*Task details*:
Output exactly the lines between the one holding "return schema;" and the last line of the data below, both of those lines included.

[Data to use Boundary: Start]

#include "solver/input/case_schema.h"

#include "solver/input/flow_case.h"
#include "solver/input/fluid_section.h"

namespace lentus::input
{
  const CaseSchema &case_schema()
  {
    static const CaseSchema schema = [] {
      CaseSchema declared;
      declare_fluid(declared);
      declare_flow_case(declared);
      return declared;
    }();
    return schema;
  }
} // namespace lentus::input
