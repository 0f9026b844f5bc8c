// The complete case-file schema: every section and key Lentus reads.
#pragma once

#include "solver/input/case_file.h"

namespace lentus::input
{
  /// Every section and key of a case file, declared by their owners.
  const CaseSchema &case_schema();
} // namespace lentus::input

[Data to use Boundary: End]

*Written answer*:
    return schema;
  }
} // namespace lentus::input
repository 0f9026b844f5bc8c
// The complete case-file schema: every section and key Lentus reads.
#pragma once

#include "solver/input/case_file.h"

namespace lentus::input
{
  /// Every section and key of a case file, declared by their owners.
  const CaseSchema &case_schema();
} // namespace lentus::input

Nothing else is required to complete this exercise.